暗がりの中に、うつむいたまま、じっと立っているのです。
さすがにびっくりしました。

これから、当家に来るところだった模様です。
「よし。良い機会だから退治してやれ」
この辺、物事にはあまり動じない性格です。

「頭を鷲掴みにして、死霊祓いの祝詞を唱えよう」
二歩三歩と近づきます。
女の髪はぐっしょりと濡れており、どこか水から上がって来たばかりのようです。
気持ち悪い。

ところが、よく見ると、その女は手にスマホを持っていました。
「ありゃりゃ。それじゃ、幽霊じゃないんじゃね?」
女が私の足音に気づき、びっくりしたような表情をします。

見たところ、高校生か短大生くらい。
おそらく近所の子で、親に内緒で、誰か(たぶん彼氏)にメールをするため、家の外でスマホを見ていたのだろうと思います。
そのことに気付いたので、そのまま前を通り過ぎて、駐車場に向かいました。
歩きながら考えましたが、髪が濡れていたのは、実際にお風呂から上がったばかりだった、ということです。
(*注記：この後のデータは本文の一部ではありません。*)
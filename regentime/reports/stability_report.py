"""Formatting of the stability map, noise transfer and Monte-Carlo results (no computing here).

Text: a compact character map (rows: round trips, columns: the swept quantity) with its
legend, a summary at the file's setting, the noise-transfer table and the caution.  JSON: the
map (``rates_Hz``, ``round_trips``, ``period[i][j]`` for ``round_trips[i]`` and the j-th
column, ``energy_J``, ``energy_min_J``, ``energy_max_J``), the noise transfer and the
Monte-Carlo result.  CSV: one row per point.  Plot: period map and bifurcation diagrams.
"""

from __future__ import annotations

import json
import math

import numpy as np

from regentime.numfmt import eng, json_float
from regentime.reports.tables import csv_table, md_table, text_table

# Our own marks: the digit of the period where it has one, otherwise a symbol.
MARKS = {1: ".", 2: "2", 4: "4", 8: "8", 16: "H", 0: "#", -1: " ", -2: "?"}
LEGEND = ("legend: '.' period 1 (one energy)   '2' period 2   '4' period 4   '8' period 8   'H' period 16   "
          "'#' irregular (no period ≤ 16)   ' ' N round trips longer than the period   '?' not computed   "
          "'@' the file's setting")
_AXIS_LABEL = {"rate": ("repetition rate", "Hz"), "seed": ("seed energy", "J"), "pump": ("pump", "W")}


def _caution() -> str:
    from regentime.safety import CAUTION

    return CAUTION


def _axis_unit(m) -> tuple[str, str]:
    name, unit = _AXIS_LABEL[m.axis]
    if m.axis == "pump":
        return ("pump power", "W") if m.continuous else ("pump energy", "J")
    return name, unit


def _pick(n: int, limit: int) -> np.ndarray:
    """Evenly spaced indices, at most ``limit`` of ``n`` (all when n ≤ limit)."""
    if n <= limit:
        return np.arange(n)
    return np.unique(np.round(np.linspace(0, n - 1, limit)).astype(int))


def char_map(m, width: int = 100, height: int = 60) -> str:
    """The period map as characters: one row per round trip (N grows downwards), one column
    per value of the swept quantity (growing to the right)."""
    cols = _pick(m.period.shape[1], width)
    rows = _pick(m.period.shape[0], height)
    name, unit = _axis_unit(m)
    vals = m.values
    fi, fj = (m.file_point or (None, None))
    label_w = max(len(str(int(n))) for n in m.round_trips) + 3
    lines = []
    # ticks: first, middle, last value above the map
    left = eng(vals[cols[0]], unit, 3)
    mid = eng(vals[cols[len(cols) // 2]], unit, 3)
    right = eng(vals[cols[-1]], unit, 3)
    span = len(cols)
    tick = [" "] * max(span, len(left) + len(mid) + len(right) + 2)
    for pos, text in ((0, left), (span // 2 - len(mid) // 2, mid), (span - len(right), right)):
        pos = max(0, min(pos, len(tick) - len(text)))
        tick[pos:pos + len(text)] = list(text)
    lines.append(" " * label_w + "".join(tick).rstrip() + f"   ({name} →)")
    lines.append(" " * label_w + "".join("|" if c in (0, len(cols) // 2, len(cols) - 1) else "-"
                                         for c in range(len(cols))))
    for r in rows:
        chars = []
        for c in cols:
            ch = MARKS.get(int(m.period[r, c]), "?")
            if fi is not None and fj is not None and r == fi and c == fj:
                ch = "@"
            chars.append(ch)
        lines.append(f"N={int(m.round_trips[r]):<{label_w - 3}} " + "".join(chars))
    note = []
    if len(cols) < m.period.shape[1]:
        note.append(f"{len(cols)} of {m.period.shape[1]} columns shown")
    if len(rows) < m.period.shape[0]:
        note.append(f"{len(rows)} of {m.period.shape[0]} rows shown")
    if note:
        lines.append("  (" + ", ".join(note) + "; the JSON and CSV outputs hold every point)")
    lines.append(LEGEND)
    return "\n".join(lines)


def _file_summary(m) -> list[str]:
    out = []
    if m.file_point and m.file_point[0] is not None and m.file_point[1] is not None:
        i, j = m.file_point
        p = int(m.period[i, j])
        kind = {0: "irregular", -1: "does not fit into the period", -2: "not computed"}.get(p, f"period {p}")
        out.append(f"file's setting ('@'): N = {m.file_round_trip} at {eng(m.values[j], _axis_unit(m)[1])}"
                   f"{' (nearest column)' if m.file_nearest else ''}: {kind}, "
                   f"output {eng(m.energy_J[i, j], 'J')} mean, {eng(m.energy_min_J[i, j], 'J')} … "
                   f"{eng(m.energy_max_J[i, j], 'J')}")
    elif m.file_round_trip is not None:
        out.append(f"file's setting (N = {m.file_round_trip}) is outside the map")
    return out


def stability_text(m, noise=None, mc=None, noise_rows=None) -> str:
    name, unit = _axis_unit(m)
    c = m.counts()
    lines = [f"Shot-to-shot stability map: round trips × {name}"]
    fixed = []
    if m.axis != "rate":
        fixed.append(f"rate {eng(m.rates_Hz[0], 'Hz')}")
    if m.axis != "seed":
        fixed.append(f"seed {eng(m.seed_energies_J[0], 'J')}")
    if m.axis != "pump":
        fixed.append(f"pump {eng(m.pump_W[0], 'W' if m.continuous else 'J')}")
    lines.append("  fixed: " + ", ".join(fixed))
    lines.append(f"  each point: from full storage, {m.transient} shots dropped, {m.observe} classified "
                 f"(tolerance {m.rel_tol:g} of the largest output; irregular points run up to "
                 f"{m.transient + m.observe} + more shots before the verdict)")
    lines.append(f"  points: {c['period_1']} period 1, {c['period_2']} period 2, {c['period_4_to_16']} period 4–16, "
                 f"{c['irregular']} irregular, {c['not_fitting']} not fitting, in {m.elapsed_s:.2f} s")
    lines.append("")
    lines.append(char_map(m))
    lines.append("")
    lines.extend(_file_summary(m))
    for note in m.notes:
        lines.append(f"note: {note}")
    if noise is not None:
        lines.append("")
        lines.append(noise_text(noise, noise_rows))
    if mc is not None:
        lines.append("")
        lines.append(monte_carlo_text(mc))
    lines.append("")
    lines.append(_caution())
    return "\n".join(lines)


def _noise_ns(noise, rows):
    top = noise.output.size - 1
    if rows is None:
        lo, hi = max(1, noise.dump - 10), min(top, noise.dump + 10)
        rows = np.arange(lo, hi + 1)
    rows = np.asarray([n for n in np.atleast_1d(rows) if 1 <= n <= top], dtype=int)
    return rows[_pick(rows.size, 40)]


def noise_text(noise, rows=None) -> str:
    ns = _noise_ns(noise, rows)
    what = "pump power" if noise.continuous else "pump energy"
    body = []
    for n in ns:
        sl = None if noise.slope is None else noise.slope[n]
        p1 = "" if sl is None or not np.isfinite(sl) else ("yes" if abs(sl) < 1 else "no")
        mark = "  ← switch-out" if n == noise.dump else ""
        body.append([str(n), eng(noise.output[n], "J"), _f(noise.s_pump[n]), _f(noise.s_seed[n]),
                     _f(noise.combined[n]), "" if sl is None or not np.isfinite(sl) else f"{sl:+.3f}", p1 + mark])
    head = (f"Noise transfer at the file's settings (S = d ln E_out / d ln x, at each N's own steady state; "
            f"x = {what} or seed energy; dump rule '{noise.rule}')")
    return head + "\n" + text_table(["N", "output", "S_pump", "S_seed", "√(S²+S²)", "F'(x*)", "period 1"],
                                    body, align="rrrrrrl")


def _f(x) -> str:
    return "—" if x is None or not math.isfinite(float(x)) else f"{float(x):.4f}"


def monte_carlo_text(mc) -> str:
    return (f"Monte-Carlo at N = {mc.round_trip}: pump rms {mc.pump_rms * 100:.3g} %, seed rms "
            f"{mc.seed_rms * 100:.3g} % (independent every shot, random seed {mc.random_seed}) → output rms "
            f"{mc.rms_relative * 100:.3g} % of {eng(mc.mean_J, 'J')} ({mc.samples} shots in {mc.chains} chains); "
            f"static estimate √((S_pump σ)² + (S_seed σ)²) = {mc.linear_estimate * 100:.3g} %"
            + ("" if mc.period == 1 else f"; the noiseless setting is not period 1 (period code {mc.period}): "
               "the rms includes the alternation"))


def _fast_lists(d: dict) -> dict:
    """2-D float arrays to nested lists with null for NaN, without a per-element walk."""
    out = {}
    for k, v in d.items():
        if isinstance(v, np.ndarray) and v.dtype.kind == "f":
            obj = v.astype(object)
            obj[~np.isfinite(v)] = None
            out[k] = obj.tolist()
        else:
            out[k] = v
    return out


def stability_json(m, noise=None, mc=None, noise_rows=None) -> str:
    from regentime.reports.plan_json import _clean

    big = _fast_lists({k: v for k, v in m.to_dict().items() if isinstance(v, np.ndarray)})
    out = _clean({k: v for k, v in m.to_dict().items() if not isinstance(v, np.ndarray)})
    if noise is not None:
        out["noise_transfer"] = noise.to_dict(_noise_ns(noise, noise_rows if noise_rows is not None
                                                        else np.arange(1, noise.output.size)))
    if mc is not None:
        out["monte_carlo"] = mc.to_dict()
    out["cautions"] = [_caution()]
    out = _clean(out)
    out.update(big)
    order = ["axis", "rates_Hz", "seed_energies_J", "pump_power_W", "pump_energy_J", "round_trips", "period",
             "energy_J", "energy_min_J", "energy_max_J"]
    out = {**{k: out[k] for k in order if k in out}, **{k: v for k, v in out.items() if k not in order}}
    indent = 1 if m.period.size <= 2000 else None  # a big map stays compact (and fast)
    return json.dumps(out, indent=indent, ensure_ascii=False)


def stability_csv(m, noise=None, mc=None, noise_rows=None) -> str:
    name, unit = _axis_unit(m)
    rows = []
    rates = np.broadcast_to(m.rates_Hz, (m.period.shape[1],)) if m.axis == "rate" else None
    for i, n in enumerate(m.round_trips):
        for j in range(m.period.shape[1]):
            rate = float(rates[j]) if rates is not None else float(m.rates_Hz[0])
            seed = float(m.seed_energies_J[j] if m.axis == "seed" else m.seed_energies_J[0])
            pump = float(m.pump_W[j] if m.axis == "pump" else m.pump_W[0])
            rows.append([int(n), rate, seed, pump, int(m.period[i, j]), json_float(m.energy_J[i, j]),
                         json_float(m.energy_min_J[i, j]), json_float(m.energy_max_J[i, j])])
    pump_col = "pump_power_W" if m.continuous else "pump_energy_J"
    return csv_table(["round_trips", "rate_Hz", "seed_energy_J", pump_col, "period", "energy_J",
                      "energy_min_J", "energy_max_J"], rows)


def stability_md(m, noise=None, mc=None, noise_rows=None) -> str:
    name, unit = _axis_unit(m)
    c = m.counts()
    parts = [f"# Shot-to-shot stability: round trips × {name}", "",
             md_table(["period 1", "period 2", "period 4–16", "irregular", "not fitting"],
                      [[c["period_1"], c["period_2"], c["period_4_to_16"], c["irregular"], c["not_fitting"]]],
                      align="rrrrr"), "", "```", char_map(m), "```", ""]
    parts += [f"- {s}" for s in _file_summary(m) + [f"note: {n}" for n in m.notes]]
    if noise is not None:
        ns = _noise_ns(noise, noise_rows)
        parts += ["", "## Noise transfer", "",
                  md_table(["N", "output", "S_pump", "S_seed", "combined"],
                           [[str(n), eng(noise.output[n], "J"), _f(noise.s_pump[n]), _f(noise.s_seed[n]),
                             _f(noise.combined[n])] for n in ns])]
    if mc is not None:
        parts += ["", monte_carlo_text(mc)]
    parts += ["", f"> {_caution()}"]
    return "\n".join(parts)


def plot_stability(m, sweeps, path: str) -> None:
    """Period map (left) and the two bifurcation diagrams (right): outputs against rate at
    fixed N, and against N at fixed rate."""
    from regentime.reports.plots import _pyplot, save_figure
    from regentime.safety import CAUTION_SHORT

    plt = _pyplot(path)
    from matplotlib.colors import BoundaryNorm, ListedColormap

    fig = plt.figure(figsize=(12, 6.5))
    gs = fig.add_gridspec(2, 2, width_ratios=[1.1, 1])
    ax = fig.add_subplot(gs[:, 0])
    codes = [-2, -1, 0, 1, 2, 4, 8, 16]
    colours = ["#dddddd", "#ffffff", "#222222", "#9ecae1", "#fdae6b", "#e6550d", "#a63603", "#7f2704"]
    idx = np.searchsorted(codes, m.period)
    cmap = ListedColormap(colours)
    norm = BoundaryNorm(np.arange(len(codes) + 1) - 0.5, cmap.N)
    name, unit = _axis_unit(m)
    scale, pre = (1e3, "k") if m.axis == "rate" else ((1e-9, "n") if unit == "J" else (1.0, ""))
    x = m.values / scale
    y = m.round_trips
    ax.pcolormesh(_edges(x), _edges(y.astype(float)), idx, cmap=cmap, norm=norm, shading="flat")
    if m.file_point and None not in m.file_point:
        i, j = m.file_point
        ax.plot(x[j], y[i], marker="*", ms=14, mfc="white", mec="black", ls="none", label="file's setting")
        ax.legend(loc="upper right", fontsize=8)
    ax.set_xlabel(f"{name} ({pre}{unit})")
    ax.set_ylabel("switch-out round trip N")
    ax.set_title("period: light blue 1, orange 2, darker 4–16, black irregular", fontsize=9)
    if sweeps is not None:
        for row, sw in enumerate(sweeps):
            a = fig.add_subplot(gs[row, 1])
            xs = sw.values / (1e3 if sw.axis == "rate" else 1.0)
            xx = np.repeat(xs, sw.outputs.shape[1])
            a.scatter(xx, sw.outputs.ravel() * 1e6, s=0.6, color="C0", linewidths=0)
            if sw.axis == "rate":
                a.set_xlabel("repetition rate (kHz)")
                a.set_title(f"output against rate at N = {int(sw.fixed)}", fontsize=9)
            else:
                a.set_xlabel("switch-out round trip N")
                a.set_title(f"output against N at {eng(sw.fixed, 'Hz')}", fontsize=9)
            a.set_ylabel("output (µJ)")
            a.grid(True, alpha=0.3)
    fig.text(0.01, 0.005, CAUTION_SHORT, fontsize=6.5, wrap=True)
    fig.tight_layout(rect=(0, 0.03, 1, 1))
    save_figure(fig, path)
    plt.close(fig)


def _edges(v: np.ndarray) -> np.ndarray:
    if v.size == 1:
        return np.array([v[0] * 0.95, v[0] * 1.05]) if v[0] else np.array([-0.5, 0.5])
    mid = 0.5 * (v[1:] + v[:-1])
    return np.concatenate([[v[0] - (mid[0] - v[0])], mid, [v[-1] + (v[-1] - mid[-1])]])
つくづく、「頭を鷲掴みにせずに良かった」と思いました。
やってれば、ちょっとした「事件」になってますね。
「いつも夜中の2時に玄関のドアを叩くヤツがいる。そいつだと思いました」
こんな言い訳が通るわけないです。

ほとんどの家庭では、幽霊など出やしません。
そういう事態に直面している人は、普通は他人には言わないものです。
「変な人」「変わり者」になってしまいます。

それでも、当家だけでなく、他家でもこういう事態が起きているところは、必ずあるだろうと思います。